Los jinetes negros se pusieron al trote y, a una señal, las lanzas se abatieron en una oleada que cruzó de izquierda a derecha la línea de la carga; cada lanza quedó horizontal, sostenida bajo la axila del jinete, apuntada directamente al frente. En ese momento gritó uno de los nuestros, arrodillado en la primera fila, y miré a la izquierda, hacia el bosque. Por entre los gruesos árboles asomaban nuestros arqueros, con Thomas al frente: sesenta hombres inmensamente fuertes, vestidos todos con idénticas túnicas de lana verde y empuñando cada uno de ellos un gran arco de tejo de seis pies de alto, provisto de una cuerda de cáñamo y listo para disparar. Se colocaron algo más adelantados respecto de nuestra posición, en un grupo laxo protegido por la línea de árboles, a unos doscientos metros de la primera oleada de jinetes al trote.

—Vamos, vamos, bastardos, disparad —oí murmurar a John, y como si la suya hubiera sido una voz de mando, en el mismo instante las flechas empezaron a volar.

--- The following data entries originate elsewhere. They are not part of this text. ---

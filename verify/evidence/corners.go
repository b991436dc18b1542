package evidence

import (
	"context"
	"fmt"

	"notchproof/scf"
	"notchproof/verify"
	"notchproof/verify/specimen"
)

// wedges: exponents of the stress at sharp notches, measured on meshes that are
// graded into the corner. Six decimals of λ are the roots of Williams' equations.
func wedges() Case {
	rows := []struct {
		family string
		load   scf.Load
		angle  float64
		value  float64
	}{
		{"bar-edge-notch", scf.Bending, 60, 0.512221 - 1}, {"bar-edge-notch", scf.Bending, 120, 0.615731 - 1},
		{"bar-notch", scf.Tension, 90, 0.544484 - 1}, {"shaft-groove", scf.Torsion, 90, -1. / 3},
	}
	c := Case{Name: "exponents of sharp notches", Source: "M. L. Williams, J. Appl. Mech. 19 (1952) 526; torsion π/w − 1", Sureness: Exact}
	for _, r := range rows {
		c.Expected = append(c.Expected, Expected{What: fmt.Sprintf("%s %g°, %s", r.family, r.angle, r.load), Value: r.value, Accuracy: half(6)})
	}
	c.Compute = func(ctx context.Context) ([]Got, error) {
		var list []Got
		for _, r := range rows {
			f, _ := scf.Lookup(r.family)
			p, err := specimen.New(f, scf.Dims{"D": 60, "d": 40, "r": 0, "angle": r.angle}, "mm", scf.Options{Nu: 0.3})
			if err != nil {
				return nil, err
			}
			found, err := verify.Corners(ctx, p, r.load, 1)
			if err != nil {
				return nil, err
			}
			if len(found) != 1 {
				return nil, fmt.Errorf("%s: %d corners", r.family, len(found))
			}
			list = append(list, Got{found[0].Measured, found[0].Uncertainty})
		}
		return list, nil
	}
	return c
}

// program tries the whole of it, families, ladders and their bars: a notch at the
// edge of a bar a thousand times as wide as it is deep is one of a half-plane.
func program() Case {
	return Case{Name: "a check from end to end: bar-edge-notch, D/r = 1000, gross", Source: "F. G. Maunsell 1936; C. B. Ling, J. Appl. Mech. 14 (1947) A-275", Sureness: Published,
		Expected: []Expected{{What: "factor", Value: 3.065, Accuracy: half(3)}},
		Compute: func(ctx context.Context) ([]Got, error) {
			f, _ := scf.Lookup("bar-edge-notch")
			p, err := specimen.New(f, scf.Dims{"D": 1000, "d": 999, "r": 1}, "mm", scf.Options{Nu: 0.3, ForceLine: scf.ForceLineGross})
			if err != nil {
				return nil, err
			}
			r, err := verify.Run(ctx, p, []scf.Load{scf.Tension}, verify.Options{Workers: 1})
			if err != nil {
				return nil, err
			}
			c := r.Findings[0].Computed
			return []Got{{c.Gross, c.Gross / c.Factor.Value * c.Factor.Uncertainty}}, nil
		},
	}
}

La primera nube de trazos grises cayó sobre la línea negra de la caballería como una rociada de granizo contra la puerta de un establo; los palos de un metro de largo provistos de puntas de acero mordieron en la carne de la línea que avanzaba y de pronto, como por arte de magia, aparecieron vacías unas cuantas sillas de montar de la fila de jinetes a la carga. Una segunda descarga de flechas alcanzó su objetivo y la fila se adelgazó de nuevo; llegó la tercera andanada, y los huecos en la línea atacante se hicieron visibles; con la cuarta, desapareció toda cohesión. En lugar de una fila nítida de guerreros vestidos de negro galopando hacia nuestra destrucción, lo que quedó eran varios grupos de jinetes intentando desesperadamente controlar a sus caballos, que caracoleaban enloquecidos y chocaban unos con otros, de modo que las lanzas se quebraban contra los cuerpos de los caballos como los alfileres de un acerico.

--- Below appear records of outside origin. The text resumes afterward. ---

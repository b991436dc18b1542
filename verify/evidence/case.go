package evidence

import (
	"context"
	"fmt"
	"math"
	"runtime"
	"sync"
)

// A Sureness says where an expected value comes from.
type Sureness int

const (
	Exact     Sureness = iota + 1 // a closed form, or arithmetic by hand
	Published                     // a number as it was printed
	Memory                        // from memory, checked numerically
)

func (s Sureness) String() string {
	switch s {
	case Exact:
		return "exact"
	case Published:
		return "published"
	case Memory:
		return "from memory"
	}
	return "unknown"
}

// A Case is a problem with its answers.
type Case struct {
	Name     string
	Source   string // author, place, year
	Sureness Sureness
	Expected []Expected
	// Compute gives as many answers as are expected, in their order.
	Compute func(ctx context.Context) ([]Got, error)
}

// An Expected is a number that is known from outside.
type Expected struct {
	What     string
	Value    float64
	Accuracy float64 // what it is good for, absolute: half a unit of the last digit printed; 0: exact
}

// A Got is a computed number with its bar, absolute.
type Got struct{ Value, Bar float64 }

// An Outcome is a case that was run.
type Outcome struct {
	Case     *Case
	Readings []Reading
	Err      error // the case could not be computed
}

// A Reading holds a computed number against the expected one.
type Reading struct {
	Expected
	Got    float64
	Bar    float64
	Passed bool
}

// Passed tells that a case was computed and met all that it expects.
func (o *Outcome) Passed() bool {
	if o.Err != nil || len(o.Readings) == 0 {
		return false
	}
	for _, r := range o.Readings {
		if !r.Passed {
			return false
		}
	}
	return true
}

// run computes a case.
func (c *Case) run(ctx context.Context) Outcome {
	got, err := c.Compute(ctx)
	if err == nil && len(got) != len(c.Expected) {
		err = fmt.Errorf("%d answers, %d are expected", len(got), len(c.Expected))
	}
	out := Outcome{Case: c, Err: err}
	if err != nil {
		return out
	}
	for i, e := range c.Expected {
		r := Reading{Expected: e, Got: got[i].Value, Bar: got[i].Bar}
		r.Passed = math.Abs(r.Got-r.Value) <= r.Bar+r.Accuracy // not so for NaN
		out.Readings = append(out.Readings, r)
	}
	return out
}

// Run computes cases side by side and gives their outcomes in order. tell hears
// the name of each as it begins, from several goroutines; nil: nobody listens. The
// error is that of the context.
func Run(ctx context.Context, cases []Case, tell func(name string)) ([]Outcome, error) {
	outcomes := make([]Outcome, len(cases))
	gate := make(chan struct{}, runtime.GOMAXPROCS(0))
	var group sync.WaitGroup
	for i := range cases {
		group.Go(func() {
			gate <- struct{}{}
			defer func() { <-gate }()
			if ctx.Err() != nil {
				return
			}
			if tell != nil {
				tell(cases[i].Name)
			}
			outcomes[i] = cases[i].run(ctx)
		})
	}
	group.Wait()
	return outcomes, ctx.Err()
}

Otra oleada gris de flechas, y otra más, y ya no hubo línea de ninguna clase, sino sólo hombres y bestias que escupían sangre y se arrastraban como podían, doloridos, esparcidos a lo largo de una franja de unos cien metros en el centro del valle. Los cadáveres moteaban el suelo verde, caballos sueltos relinchaban y galopaban sin rumbo, hombres descabalgados se tambaleaban, vomitaban, forcejeaban para arrancarse flechas clavadas en la carne, e intentaban taponar la sangre de sus heridas con manos tintas en sangre. Algunos jinetes montados habían vuelto grupas, y cruzaron al galope por entre la segunda línea de los sargentos, en su pánico por escapar de aquella lluvia mortal.

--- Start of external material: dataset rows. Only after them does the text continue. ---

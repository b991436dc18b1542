package evidence

import (
	"context"
	"fmt"
	"math"

	"gonum.org/v1/gonum/spatial/r2"

	"notchproof/fem"
	"notchproof/mesh"
	"notchproof/mesh/outline"
	"notchproof/scf"
)

// Neuber's deep notches: bodies bounded by a hyperbola of half net width (or net
// radius) 1 and root radius 1/A, which open towards a wedge (or cone) of the
// half angle alpha, tan alpha = √A. They are cut by a circle of the radius far.
// The load on the cut has the resultant of nominal stress 1; how it is spread
// matters little so far off, and less the farther.

// A neuber is one load: a traction along the radius (0), across it (1) or along
// z (2), or along the axis (3), of the given shape over the angle theta from the
// axis; what it does per unit of amplitude and of far (over the quarter that is
// modelled, or per radian), and what it must do.
type neuber struct {
	name      string
	model     fem.Model
	fixed     []fem.Fixed
	pins      []Pin
	spread    func(alpha, theta float64) [4]float64
	amplitude func(alpha, far float64) float64
	factor    func(A, nu float64) float64
	quantity  fem.Quantity
}

// Sides of the quarter body: the axis, the cut, the hyperbola, the net section.
const (
	neuberAxis = iota
	neuberCut
	neuberNotch
	neuberNet
)

func neubers() []neuber {
	flat := func(f func(float64) float64) func(A, nu float64) float64 {
		return func(A, _ float64) float64 { return f(A) }
	}
	symmetric := []fem.Fixed{{Side: neuberAxis, Unknown: 1}, {Side: neuberNet, Unknown: 0}}
	origin := pt(0, 0)
	return []neuber{
		{"plane tension", fem.PlaneStress{}, symmetric, nil,
			// The radial stress of a wedge pulled at its apex (Michell 1900).
			func(_, th float64) [4]float64 { return [4]float64{math.Cos(th)} },
			func(al, far float64) float64 { return 1 / (far * (al/2 + math.Sin(2*al)/4)) },
			flat(scf.NeuberPlaneTension), fem.SurfacePoint.FirstPrincipal},
		{"plane bending", fem.PlaneStress{}, []fem.Fixed{{Side: neuberAxis, Unknown: 0}, {Side: neuberNet, Unknown: 0}}, []Pin{{origin, 1}},
			// The stress of a wedge with a moment at its apex (Carothers 1912),
			// from the function Aθ + B sin 2θ: σr = −4B sin 2θ/r²,
			// τ = 2B (cos 2θ − cos 2α)/r². The moment of the quarter about the
			// apex is B (sin 2α − 2α cos 2α), and −1/3 for the nominal stress 1.
			func(al, th float64) [4]float64 {
				return [4]float64{-4 * math.Sin(2*th), 2 * (math.Cos(2*th) - math.Cos(2*al))}
			},
			func(al, far float64) float64 {
				return -1. / 3 / (far * far * (math.Sin(2*al) - 2*al*math.Cos(2*al)))
			},
			flat(scf.NeuberPlaneBending), fem.SurfacePoint.FirstPrincipal},
		{"plane shear", fem.PlaneStress{}, []fem.Fixed{{Side: neuberAxis, Unknown: 0}, {Side: neuberNet, Unknown: 1}}, nil,
			// A wedge pushed sideways at its apex (Michell 1900). The body may
			// turn, which the pin in body stops.
			func(_, th float64) [4]float64 { return [4]float64{math.Sin(th)} },
			func(al, far float64) float64 { return 1 / (far * (al/2 - math.Sin(2*al)/4)) },
			neuberPlaneShear, fem.SurfacePoint.FirstPrincipal},
		{"round tension", fem.Axisymmetric{}, []fem.Fixed{{Side: neuberNet, Unknown: 0}}, nil,
			// ∫cosθ cosθ sinθ dθ = (1 − cos³α)/3 times far²; nominal 1/2 per radian.
			func(_, th float64) [4]float64 { return [4]float64{math.Cos(th)} },
			func(al, far float64) float64 { return 1.5 / (far * far * (1 - math.Pow(math.Cos(al), 3))) },
			scf.NeuberRoundTension, fem.SurfacePoint.FirstPrincipal},
		{"round bending", fem.Bending{}, []fem.Fixed{{Side: neuberNet, Unknown: 0}}, []Pin{{origin, 1}},
			// Along the axis and as the distance from it: ∫sin³θ dθ times far³,
			// nominal 1/4.
			func(_, th float64) [4]float64 { return [4]float64{3: math.Sin(th)} },
			func(al, far float64) float64 { return 0.25 / (far * far * far * sineCubed(al)) },
			scf.NeuberRoundBending, fem.SurfacePoint.FirstPrincipal},
		{"round torsion", fem.Torsion{}, []fem.Fixed{{Side: neuberNet, Unknown: 0}}, nil,
			// The stress of a twisted cone (Föppl 1905): sinθ/r³.
			func(_, th float64) [4]float64 { return [4]float64{2: math.Sin(th)} },
			func(al, far float64) float64 { return 0.25 / (far * far * far * sineCubed(al)) },
			flat(scf.NeuberRoundTorsion), fem.SurfacePoint.ShearSize},
	}
}

// neuberPlaneShear is the largest stress on the surface over the mean shear of a
// force across the net section without a moment there: it sits on either side
// of the root, where the stress is zero. The form with √A in the place of √(A+1)
// that is in circulation is not this stress.
func neuberPlaneShear(A, _ float64) float64 {
	z := math.Sqrt(A)
	return A * math.Sqrt(A+1) / ((A+1)*math.Atan(z) - z)
}

// sineCubed is ∫sin³θ dθ from 0 to alpha.
func sineCubed(al float64) float64 {
	c := math.Cos(al)
	return 2./3 - c + c*c*c/3
}

// body is a quarter of the body with the notch A = 1/ρ, cut at far.
func (n *neuber) body(A, nu, far float64) (*Problem, error) {
	b := math.Sqrt(1 / A)
	alpha := math.Atan(math.Sqrt(A))
	s := math.Sqrt((far*far - 1) / (1 + b*b))
	notch := hyperbola{a: 1, b: b, from: math.Asinh(s)}
	end, corner := notch.At(0), pt(far, 0)
	cut, err := outline.NewArc(corner, end, pt(0, 0), true)
	if err != nil {
		return nil, err
	}
	k := n.amplitude(alpha, far)
	traction := fem.Traction{Side: neuberCut, On: func(p r2.Vec) [3]float64 {
		f := n.spread(alpha, math.Atan2(p.Y, p.X))
		sin, cos := p.Y/r2.Norm(p), p.X/r2.Norm(p)
		return [3]float64{k * (f[0]*cos - f[1]*sin + f[3]), k * (f[0]*sin + f[1]*cos), k * f[2]}
	}}
	pins := n.pins
	if n.name == "plane shear" {
		pins = []Pin{{corner, 1}}
	}
	return &Problem{Model: n.model, Nu: nu, Order: 8, Fixed: n.fixed, Pins: pins, Tractions: []fem.Traction{traction},
		Sides: outline.Loop{Line(pt(0, 0), corner), {Curve: cut}, {Curve: notch}, Line(pt(0, 1), pt(0, 0))},
		Size:  mesh.Sizing{Growth: 0.35, Spots: []mesh.SpotWish{{At: pt(0, 1), Size: 0.25 / A}}, Largest: far / 3}}, nil
}

// NeuberTolerance: what the cut does to the peak falls with the square of its
// distance, by which the hyperbola still differs from its asymptotes there:
// doubling the distance takes three quarters of it away, and two distances give
// the limit. (Farther cuts would cost digits: the far part of a shaft is far³ times
// as stiff as its neck.) What is left are the next power of 1/far and the
// resolution of the root.
const (
	NeuberTolerance = 3e-6 // relative
	neuberFar       = 60
)

// NeuberLoads names the loads of Neuber's notches.
func NeuberLoads() (names []string) {
	for _, n := range neubers() {
		names = append(names, n.name)
	}
	return names
}

// Neuber gives the computed factor of one of NeuberLoads, the formula's, and by
// how much the farther cut moves it; dependent tells that ν matters.
func Neuber(ctx context.Context, load string, A, nu float64) (got, want, moved float64, dependent bool, err error) {
	for _, n := range neubers() {
		if n.name != load {
			continue
		}
		var peaks [2]float64
		for i, far := range []float64{neuberFar, 2 * neuberFar} {
			p, err := n.body(A, nu, far)
			if err != nil {
				return 0, 0, 0, false, err
			}
			s, err := p.Solve(ctx)
			if err != nil {
				return 0, 0, 0, false, err
			}
			if peaks[i], err = Peak(s, neuberNotch, n.quantity); err != nil {
				return 0, 0, 0, false, err
			}
		}
		moved = peaks[1] - peaks[0]
		_, plane := n.model.(fem.PlaneStress)
		return peaks[1] + moved/3, n.factor(A, nu), moved / peaks[1], !plane && n.name != "round torsion", nil
	}
	return 0, 0, 0, false, fmt.Errorf("%q: no such load of Neuber's notches", load)
}

// neuberCase tries five of the loads on the notch whose half net width is ten
// times its root radius. The formulas are from memory, so nothing but their being
// exact explains six digits.
func neuberCase() Case {
	const A, nu = 10, 0.3
	loads := []string{"plane tension", "plane bending", "round tension", "round bending", "round torsion"}
	values := []float64{scf.NeuberPlaneTension(A), scf.NeuberPlaneBending(A), scf.NeuberRoundTension(A, nu), scf.NeuberRoundBending(A, nu), scf.NeuberRoundTorsion(A)}
	c := Case{Name: "deep hyperbolic notches, a/ρ = 10, ν = 0.3", Source: "H. Neuber, Kerbspannungslehre, Springer 1937", Sureness: Memory,
		Compute: func(ctx context.Context) ([]Got, error) {
			var list []Got
			for _, load := range loads {
				got, _, _, _, err := Neuber(ctx, load, A, nu)
				if err != nil {
					return nil, err
				}
				list = append(list, Got{got, NeuberTolerance * got})
			}
			return list, nil
		}}
	for i, load := range loads {
		c.Expected = append(c.Expected, Expected{What: load, Value: values[i]})
	}
	return c
}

Sin embargo, las flechas despiadadas les siguieron, perforaron las espaldas de sus cotas de malla, sus hombros y sus cuellos, y llevaron un caos sangriento también a la segunda línea. Muy pronto todo el cuerpo de caballería estaba en retirada, y soldados y caballos aterrorizados corrían para escapar de aquel campo de sangre. Mientras, las flechas seguían cayendo, como rayos de la venganza de Dios, abatiéndose por igual sobre animales y hombres, sin ninguna discriminación. Dos bravos jinetes ensangrentados consiguieron llegar hasta la formación de nuestro erizo, pero los caballos se detuvieron bruscamente delante de la fila invulnerable de lanzas de acero, y entonces vi a Owain hundir un metro de astil en el pecho del caballero que venía delante, mientras luchaba por recuperar el control de su montura espantada. El segundo jinete, al darse cuenta de que estaba solo, hizo girar a su caballo y galopó en zigzag para dificultar la puntería de los arqueros de nuestra formación, que empezaron a hacer apuestas, con gritos excitados, sobre quién sería el primero en derribarlo. Las flechas pasaban silbando a derecha e izquierda del jinete, pero milagrosamente consiguió llegar ileso detrás de sus líneas. Yo suspiré aliviado, porque me pareció que ya había visto bastantes muertes para el resto de mi vida. No obstante, aquel día sangriento no había hecho más que empezar.